I am so glad I took the time to pray over and bless my kids on the first day of school. Rather, I am so glad God prompted me to pray, with the power of the Holy Spirit, on their first day. As I was praying I said words I have prayed many times. Yet that morning I was visualizing what it meant. Throughout the day that visual stuck with me, and I was encouraged to say a few quick arrow prayers. Because, as it turns out, the kids really needed them.
While we were in prayer, these are some of the words I was prompted to pray:
“Lord, place a hedge of protection around them in this day, for the entire school year, and always. Surround them with your presence, guiding their footsteps, protecting their actions, making the path clear that you have called them to.”
As I was saying the words over them and conversing with God about them, I could visualize a sort of protective bubble around them. Not to exclude others or keep them isolated from the world, rather to protect them. To give them an extra bumper of space, a bit of margin to think through their own actions and the actions of others. To hopefully not face the incredibly difficult things that many teenagers in high schools face these days.

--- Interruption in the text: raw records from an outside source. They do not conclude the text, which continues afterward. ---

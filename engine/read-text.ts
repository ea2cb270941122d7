// Reading a text file a user named, with a size limit: only a plain file is read (a device such as
// /dev/zero, a pipe or a folder is refused before a byte is read), and never more than `maxBytes`, so
// a wrong path can neither hang a command nor exhaust its memory. Problems come back as words
// (problem, fix) for the caller's own error class.
import { closeSync, fstatSync, openSync, readSync, statSync } from 'node:fs';

export interface ReadProblem {
  problem: string;
  fix: string;
}

export type ReadResult = { text: string } | ReadProblem;

/** "256 KiB", "64 MiB". */
export function sizeText(bytes: number): string {
  return bytes >= 1_048_576 ? `${Math.round(bytes / 1_048_576)} MiB` : `${Math.round(bytes / 1024)} KiB`;
}

function openProblem(code: string | undefined, what: string): ReadProblem {
  if (code === 'ENOENT') return { problem: 'does not exist', fix: `give the path of ${what}` };
  if (code === 'EISDIR') return { problem: 'is a folder, not a file', fix: `give the path of ${what}` };
  if (code === 'EACCES' || code === 'EPERM') return { problem: 'cannot be read (no permission)', fix: 'make the file readable for you (e.g. chmod a+r), or run as a user who may read it' };
  if (code === 'ELOOP') return { problem: 'is a loop of symbolic links', fix: `give the path of ${what}` };
  return { problem: `cannot be read (${code ?? 'error'})`, fix: `give the path of ${what}` };
}

/** The file's text (UTF-8), or why it cannot be used. `what` names the kind of file, e.g. "a station .yaml file". */
export function readTextFile(path: string, maxBytes: number, what: string): ReadResult {
  let fd: number;
  try {
    // Opening a named pipe would wait for a writer: look before opening.
    if (statSync(path).isFIFO()) return { problem: 'is not a plain file (a named pipe)', fix: `give the path of ${what}` };
    fd = openSync(path, 'r');
  } catch (error) {
    return openProblem((error as NodeJS.ErrnoException).code, what);
  }
  try {
    const stat = fstatSync(fd);
    if (stat.isDirectory()) return openProblem('EISDIR', what);
    if (!stat.isFile()) return { problem: 'is not a plain file (a device, a pipe or a socket)', fix: `give the path of ${what}` };
    const tooBig: ReadProblem = { problem: `is larger than ${sizeText(maxBytes)}, the most tidewright reads`, fix: `give the path of ${what}` };
    if (stat.size > maxBytes) return tooBig;
    // Read until the end even if the size said otherwise (a file still growing), never past the limit.
    let buffer = Buffer.allocUnsafe(Math.min(maxBytes + 1, stat.size + 1));
    let length = 0;
    for (;;) {
      if (length === buffer.length) {
        if (length > maxBytes) return tooBig;
        const larger = Buffer.allocUnsafe(Math.min(maxBytes + 1, buffer.length * 2));
        buffer.copy(larger, 0, 0, length);
        buffer = larger;
      }
      const n = readSync(fd, buffer, length, buffer.length - length, null);
      if (n === 0) break;
      length += n;
    }
    if (length > maxBytes) return tooBig;
    return { text: buffer.toString('utf8', 0, length) };
  } catch (error) {
    return openProblem((error as NodeJS.ErrnoException).code, what);
  } finally {
    closeSync(fd);
  }
}
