// Every error a user can cause is a named class carrying the file, the field and the fix,
// so the command line prints one sentence and exits non-zero without a stack trace.

/** The base of every error a user can cause: the command line prints its message as one line and exits 1. */
export class UserError extends Error {
  override name = 'UserError';
}

/** The former name of UserError (kept so that code written against it still compiles). */
export const TidewrightError = UserError;
export type TidewrightError = UserError;

/** A file the user wrote that cannot be used as written: names the file, the field, the problem and the fix. */
export class FileError extends UserError {
  override name = 'FileError';
  constructor(
    readonly file: string,
    readonly field: string,
    readonly problem: string,
    readonly fix: string,
  ) {
    super(`${file}: ${field}: ${problem}; ${fix}`);
  }
}

/** A station file (or station set) that cannot be used as written. */
export class StationFileError extends FileError {
  override name = 'StationFileError';
}

/** A bad command-line value (date, option) or other user input that is not a station file. */
export class UsageError extends UserError {
  override name = 'UsageError';
  constructor(
    readonly option: string,
    readonly problem: string,
    readonly fix: string,
  ) {
    super(`${option}: ${problem}; ${fix}`);
  }
}

/** A gauge record (CSV) that cannot be analysed as written. */
export class RecordFileError extends FileError {
  override name = 'RecordFileError';
}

I said quick prayers through the day. In our dinner conversation God revealed why they so desperately needed those prayers. Turns out that on the bus that morning, not ten minutes after I released them to the world, the student sitting next to my son had marijuana. He was asking the other kids around him if they wanted to go off campus during the morning assembly. My son was face to face with the world, very little margin.
Of course our conversation calmly continued with, “How did you know?” “How did that make you feel?” “DID HE ASK YOU TO JOIN?!” “What would you have said?” “What are you going to do if there is a next time?”.
I’m sad my son had to face that. AND I’m so grateful I was prompted to pray for protection. I’m also incredibly blessed to have kids that want to share their thoughts and days with me. It urges me to continue to lift them up to the one who sustains, provides, and ultimately protects these blessings He’s given me.